As researchers attempt to make the most of their available opportunities and resources in a time of almost unprecedented uncertainty, we hope that universities and departments will consider how disruptive the COVID-19 pandemic has been for researchers who must visit the field. For example, some students drafted a prospectus for their dissertation that now is almost impossible to complete. This has forced them to either abandon or dramatically rethink their research agenda, the effects of which might linger for years—even after the current upheaval has subsided. Senior scholars should keep this in mind when evaluating applicant files not only now but also in the future.

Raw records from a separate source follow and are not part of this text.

def finished_result(out: str, identity: Mapping[str, Any]) -> xr.Dataset:
    """The finished result file ``out``, reused by ``resume=True`` only if it is this run's.

    Its recorded identity (model, grid, filling, fixed parameters, sampling, coefficients,
    phase-map options) must equal ``identity``; otherwise a :class:`StoreError` in one line
    names the first differences.
    """
    ds = open_result(out)
    found = read_identity(ds)
    if found != identity:
        ds.close()
        raise StoreError(other_run_message(out, identity, found, "the finished file"))
    return ds


def _grid_axes(grid: Any) -> list[tuple[str, Any, Any]] | None:
    """``[(name, count, digest), ...]`` of a recorded grid, in its order (None: unreadable)."""
    if isinstance(grid, dict):  # written before the order was recorded: order unknown
        return None
    try:
        return [(str(d), n, h) for d, n, h in grid]
    except (TypeError, ValueError):
        return None


def _grid_differences(now: Any, found: Any) -> list[str]:
    """What differs between two recorded grids, axis order included."""
    a, b = _grid_axes(now), _grid_axes(found)
    if a is None or b is None:
        return ["grid: recorded in an older form without the order of its axes"]
    names_a, names_b = [x[0] for x in a], [x[0] for x in b]
    if names_a != names_b:
        if sorted(names_a) == sorted(names_b):
            return [
                f"grid order: {names_a} now, {names_b} in the file (the same parameters in "
                "another order lay the points out differently; give the grid in the file's order)"
            ]
        return [f"grid parameters: {names_a} now, {names_b} in the file"]
    out = []
    for (d, n, h), (_, m, g) in zip(a, b, strict=True):
        if (n, h) != (m, g):
            out.append(
                f"grid values of {d!r}: {n} values now, {m} in the file"
                + (" (same count, different values)" if n == m else "")
            )
    return out


def missing_ranges(done: list[tuple[int, int]], total: int) -> list[tuple[int, int]]:
    """Flat index ranges not covered by the sorted, disjoint ``done`` ranges.

    Examples
    --------
    >>> missing_ranges([(0, 10), (20, 30)], 40)
    [(10, 20), (30, 40)]
    """
    out, pos = [], 0
    for start, stop in done:
        if start > pos:
            out.append((pos, start))
        pos = max(pos, stop)
    if pos < total:
        out.append((pos, total))
    return out


class Journal:
    """Finished chunks of one run, one atomically written ``.npz`` file per chunk.

    The journal holds an exclusive lock (``flock`` on ``<journal>/lock``) while a run uses it,
    so two processes never write the same result; the kernel drops the lock when its process
    dies, even by SIGKILL, so a killed run can always be resumed.
    """

    def __init__(self, path: Path, identity: Mapping[str, Any], lock: Any = None) -> None:
        self.path = path
        self.identity = dict(identity)
        self._lock = lock

    @staticmethod
    def _acquire(path: Path, out: str) -> Any:
        path.mkdir(parents=True, exist_ok=True)
        fh = open(path / LOCK_FILE, "a+b")  # held open (and locked) for the whole run
        if fcntl is not None:
            try:
                fcntl.flock(fh.fileno(), fcntl.LOCK_EX | fcntl.LOCK_NB)
            except OSError:
                fh.close()
                raise StoreError(
                    f"another process is writing {out} right now (its journal {path} is "
                    "locked); wait for it to finish or choose another output file"
                ) from None
        return fh

    @classmethod
    def start(
        cls, out: str | os.PathLike[str], identity: Mapping[str, Any], resume: bool
    ) -> Journal:
        """Open and lock the journal of ``out``: continue it (``resume``) or start anew."""
        path = journal_path(out)
        lock = cls._acquire(path, os.fspath(out))
        try:
            if resume:
                try:
                    found = json.loads((path / IDENTITY_FILE).read_text())
                except (OSError, ValueError):
                    found = None  # never completed: nothing of that run is trustworthy
                if isinstance(found, dict):
                    if identity_differences(identity, found):
                        raise StoreError(
                            other_run_message(
                                os.fspath(out), identity, found, "the interrupted run's journal"
                            )
                        )
                    return cls(path, identity, lock)
            for p in path.iterdir():  # a new run: clear everything but the lock
                if p.name != LOCK_FILE:
                    shutil.rmtree(p) if p.is_dir() else p.unlink()
            journal = cls(path, identity, lock)
            text = json.dumps(journal.identity, sort_keys=True).encode()
            _atomic_write(path / IDENTITY_FILE, lambda fh: fh.write(text))
            return journal
        except BaseException:
            lock.close()
            raise

    def close(self) -> None:
        """Release the lock (the journal stays on disk for a later resume)."""
        if self._lock is not None:
            self._lock.close()
            self._lock = None

    @staticmethod
    def _name(start: int, stop: int) -> str:
        return f"chunk-{start:012d}-{stop:012d}.npz"

    @staticmethod
    def _schema(arrays: Mapping[str, NDArray[Any]]) -> dict[str, list[Any]]:
        """``{name: [dtype, per-point shape]}`` of a chunk's arrays."""
        return {k: [np.asarray(v).dtype.str, list(np.shape(v)[1:])] for k, v in arrays.items()}

    def save(self, start: int, stop: int, raw: Mapping[str, NDArray[Any]]) -> None:
        """Store the core's flat arrays of points ``start … stop-1`` (atomic).

        The first chunk also records the run's schema (array names, dtypes, per-point shapes),
        before the chunk itself, so no chunk exists without a schema to check it against.
        """
        arrays = {k: np.asarray(v) for k, v in raw.items()}
        name = self.path / self._name(start, stop)
        try:
            if not (self.path / SCHEMA_FILE).is_file():
                text = json.dumps(self._schema(arrays), sort_keys=True).encode()
                _atomic_write(self.path / SCHEMA_FILE, lambda fh: fh.write(text))
            _atomic_write(name, lambda fh: np.savez(fh, **arrays))
        except OSError as exc:  # disk full, file size limit, quota: say where and what to do
            for tmp in (name, self.path / SCHEMA_FILE):
                tmp.with_name(tmp.name + ".tmp").unlink(missing_ok=True)
            raise StoreError(
                f"cannot save points {start}…{stop - 1} in the journal {self.path}: "
                f"{exc.strerror or exc}; the chunks finished before are kept — free space (or "
                "raise the file size limit) and run again with resume=True (command line: "
                "run --resume)"
            ) from None

    def load(self, start: int, stop: int) -> dict[str, NDArray[Any]]:
        """Arrays of one finished chunk."""
        with np.load(self.path / self._name(start, stop)) as z:
            return {k: z[k] for k in z.files}

    def _read_schema(self) -> dict[str, list[Any]] | None:
        try:
            found = json.loads((self.path / SCHEMA_FILE).read_text())
        except (OSError, ValueError):
            return None
        return found if isinstance(found, dict) else None

    def _chunk_ok(self, p: Path, start: int, stop: int, total: int, schema: Any) -> bool:
        """Whether chunk file ``p`` holds points ``start … stop-1`` as the run's schema says."""
        if not (0 <= start < stop <= total) or not p.is_file() or schema is None:
            return False
        try:
            with np.load(p, allow_pickle=False) as z:
                if sorted(z.files) != sorted(schema):
                    return False
                for k in z.files:
                    a = z[k]
                    dtype, shape = schema[k]
                    if a.dtype.str != dtype or list(a.shape) != [stop - start, *shape]:
                        return False
        except Exception:  # truncated zip, garbage bytes, pickled objects, a bad schema, ...
            return False
        return True

    def finished(self, total: int | None = None) -> list[tuple[int, int]]:
        """Sorted, disjoint ranges of finished chunks of a grid of ``total`` points.

        Every chunk is checked against the run's schema (the arrays, dtypes and per-point
        shapes of the first chunk saved): a chunk that fails — unreadable, an array missing or
        of the wrong shape, a range beyond the grid, a directory in its place — is removed and
        so computed again; so are stray temporary files.
        """
        total = (1 << 62) if total is None else total
        schema = self._read_schema()
        ranges = []
        for p in self.path.iterdir():
            if p.name.endswith(".tmp"):
                _remove(p)  # a write that a kill interrupted
                continue
            if p.name in (LOCK_FILE, IDENTITY_FILE, SCHEMA_FILE):
                continue
            parts = p.name.removeprefix("chunk-").removesuffix(".npz").split("-")
            if not p.name.startswith("chunk-") or len(parts) != 2:
                continue
            try:
                start, stop = int(parts[0]), int(parts[1])
            except ValueError:
                start = stop = -1
            if not self._chunk_ok(p, start, stop, total, schema):
                _remove(p)  # cannot happen with atomic renames, but never trust a bad chunk
                continue
            ranges.append((start, stop))
        ranges.sort()
        kept: list[tuple[int, int]] = []
        for r in ranges:
            if kept and r[0] < kept[-1][1]:
                (self.path / self._name(*r)).unlink()  # overlaps an earlier chunk
                continue
            kept.append(r)
        return kept

    def remove(self) -> None:
        """Delete the journal (after the result file is complete) and release the lock."""
        shutil.rmtree(self.path, ignore_errors=True)
        self.close()


def check_output(out: str | os.PathLike[str], *, resume: bool, overwrite: bool) -> None:
    """Refuse an output path that cannot work, before any point is computed.

    A directory, a file in a folder that does not exist, or — without ``resume`` or
    ``overwrite`` — an existing file or an interrupted run's journal.

    Examples
    --------
    >>> check_output("no/such/folder/map.nc", resume=False, overwrite=False)
    ... # doctest: +ELLIPSIS
    Traceback (most recent call last):
    ...
    toposweep.errors.StoreError: the folder no/such/folder of out=... does not exist; ...
    """
    if resume and overwrite:
        raise StoreError("give resume=True or overwrite=True, not both")
    p = Path(os.fspath(out))
    if p.is_dir():
        raise StoreError(
            f"out={os.fspath(out)!r} is a directory; give a file name such as {p / 'map.nc'}"
        )
    folder = p.parent
    if not folder.is_dir():
        raise StoreError(
            f"the folder {folder} of out={os.fspath(out)!r} does not exist; create it first"
        )
    if resume or overwrite:
        return
    journal = journal_path(p)
    if journal.is_dir():
        raise StoreError(
            f"an interrupted run's journal {journal} exists; resume=True continues it, "
            "overwrite=True starts over"
        )
    if p.exists():
        raise StoreError(
            f"{p} exists; resume=True returns it (if it is this run's), overwrite=True replaces it"
        )


def _remove(p: Path) -> None:
    """Delete a file or a directory tree (whatever a damaged journal holds under a name)."""
    if p.is_dir() and not p.is_symlink():
        shutil.rmtree(p, ignore_errors=True)
    else:
        p.unlink(missing_ok=True)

More generally, we urge senior scholars, departmental officers, and university administrators to reconsider the expectations that they normally bring to fieldwork. Although we maintain that there are ways to continue fieldwork during the pandemic, many of them require doing so virtually—often at a great distance. This practical constraint conflicts with norms about how long researchers—particularly graduate students—should be in the field. As Irgil et al. (Reference Irgil, Kreft, Lee, Willis and Zvobgo2021, 1499–500) noted, the political science disciplinary norm, particularly for comparativists, is from several months to a year in the field. Given the ongoing nature of the global pandemic, the likelihood that future pandemics also might disrupt work, and the abundant evidence that some institutions provide better support structures for fieldwork than others, we believe that area experts increasingly should accept—and even embrace—the value of virtual fieldwork. Doing so would provide junior researchers who are struggling through this crisis an on-ramp into the community. It also would democratize the study of distant countries and regions that addresses enduring issues related to diversity, equity, and inclusion within those area studies and the discipline.
Supplementary Materials
To view supplementary material for this article, please visit http://doi.org/10.1017/S1049096522000932.
CONFLICTS OF INTEREST
The authors declare that there are no ethical issues or conflicts of interest in this research.